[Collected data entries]
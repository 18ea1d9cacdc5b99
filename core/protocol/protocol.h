// Chronodrome, GPL-3.0-or-later.
#pragma once

#include <cstddef>
#include <optional>
#include <string>
#include <vector>

#include "base/quantity.h"
#include "base/result.h"

namespace chronodrome::protocol {

enum class EventKind {
  addition,
  vehicle,
  antagonist,
  washout,
  pacing_start,
  pacing_stop,
  exclude_start,
  exclude_stop,
  note
};
std::string name_of(EventKind kind);
std::optional<EventKind> event_named(const std::string& name);
/// All names, as a message lists them.
std::string event_names();

/// Two spellings are one agent if this is equal: ASCII letters in lower case, single blanks, none at the
/// ends.
std::string agent_key(const std::string& agent);

/// One line of the drug log.
struct Event {
  Seconds time; ///< on the recording's clock, as logged
  EventKind kind = EventKind::note;
  std::string agent;                  ///< as written; empty for a washout of everything
  std::optional<Molar> concentration; ///< final, in the bath, after this event
  std::string unit;                   ///< as written
  std::string note;
  std::optional<Molar> stock; ///< with `volume`: what was pipetted
  std::optional<double> volume_ml;
  std::optional<Seconds> arrival; ///< overrides the preparation's arrival delay
  std::optional<int> curve;       ///< overrides the counting of curves
  std::size_t line = 0;           ///< in its file; 0: from an annotation
};

/// The drug log in order of time (ties keep the file's order).
struct Protocol {
  std::string file; ///< empty: from annotations
  std::vector<Event> events;
  std::vector<Warning> warnings;
};

} // namespace chronodrome::protocol
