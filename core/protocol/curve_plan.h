// Chronodrome, GPL-3.0-or-later.
#pragma once

#include <cstddef>
#include <string>
#include <vector>

#include "base/quantity.h"
#include "base/result.h"
#include "protocol/bath_timeline.h"
#include "protocol/protocol.h"

namespace chronodrome::protocol {

/// A stretch of time, end exclusive.
struct Stretch {
  Seconds start;
  Seconds end;
};

/// One bath concentration of a curve's agent, from its arrival at the tissue to the next change. A stretch
/// without length (start = end): the step was over before the agent arrived, or there is no control before
/// it.
struct Step {
  Molar concentration; ///< of the curve's agent; 0: the control just before its first addition
  Seconds start;
  Seconds end;
  std::size_t line = 0; ///< of the addition in its file; 0: from an annotation
};

struct Curve {
  int number = 0;         ///< from 1, in time, unless the log's column `curve` says otherwise
  std::string agent;      ///< as first written
  std::string background; ///< `atropine 1e-07 M`, by name, ` + ` between; empty: no other agent
  std::vector<AgentLevel> background_agents; ///< the same as numbers: as set, before thinning
  std::vector<Step> steps;                   ///< in order of time; the control first
};

struct CurvePlan {
  std::vector<Curve> curves;     ///< by number
  std::vector<Stretch> excluded; ///< exclude_start to exclude_stop, in order, not overlapping
  std::vector<Stretch> paced;    ///< pacing_start to pacing_stop, in order, not overlapping
  std::vector<Warning> warnings; ///< those of the bath included
};

/// Curves and steps of a drug log, by the rules of `resources/formats/protocol.md`.
///
/// An addition opens a curve if none runs, if its agent differs from the running curve's, or if the
/// background (what the other agents were set to; thinning is no change) has changed. A washout of
/// everything, or of the curve's agent, ends the curve. A step runs from the arrival of its addition to the
/// next logged addition, vehicle, antagonist, washout or pacing_start, or to the end. The control runs from
/// the arrival of the last event before the curve's first addition that changes bath or pacing, to that
/// addition; that of a curve whose agent was already in the bath has no length, and a warning says so. An
/// addition of 0 is taken as vehicle, or as washout of an agent that is there, with a warning. Requires:
/// events in order of time. Errors: those of follow_bath(); bad_value (column `curve` gives one number to two
/// agents).
Result<CurvePlan> plan_curves(const Protocol& protocol, const BathConditions& conditions,
                              Seconds recording_end);

} // namespace chronodrome::protocol
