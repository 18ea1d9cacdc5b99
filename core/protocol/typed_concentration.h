// Chronodrome, GPL-3.0-or-later.
#pragma once

#include <string>

#include "base/quantity.h"
#include "base/result.h"

namespace chronodrome::protocol {

/// A concentration as it was typed: the number, and the unit that stands beside it.
struct TypedConcentration {
  Molar value;
  std::string number; ///< as parse_number() reads it: `3e-8` for `3x10^-8`
  std::string unit;
};

/// Reads what people type or paste into a cell: `1e-7`, `1,00E-07`, `10^-7`, `3x10-8`, `3·10⁻⁸`, and with a
/// unit attached `100 nM`, `0,1µM`. `unit` is that of the unit cell; one in the text wins. A comma counts as
/// the decimal mark. Errors: bad_value (no number; both marks; a negative number, which may be a logarithm;
/// no unit, or none that is known). `file` and `place` of the error are left empty.
Result<TypedConcentration> typed_concentration(const std::string& text, const std::string& unit);

} // namespace chronodrome::protocol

* **What the exercise asks**
Pull out every line holding "CurvePlan" from the records above, and copy it.

* **Response to the exercise**
struct CurvePlan {
Result<CurvePlan> plan_curves(const Protocol& protocol, const BathConditions& conditions,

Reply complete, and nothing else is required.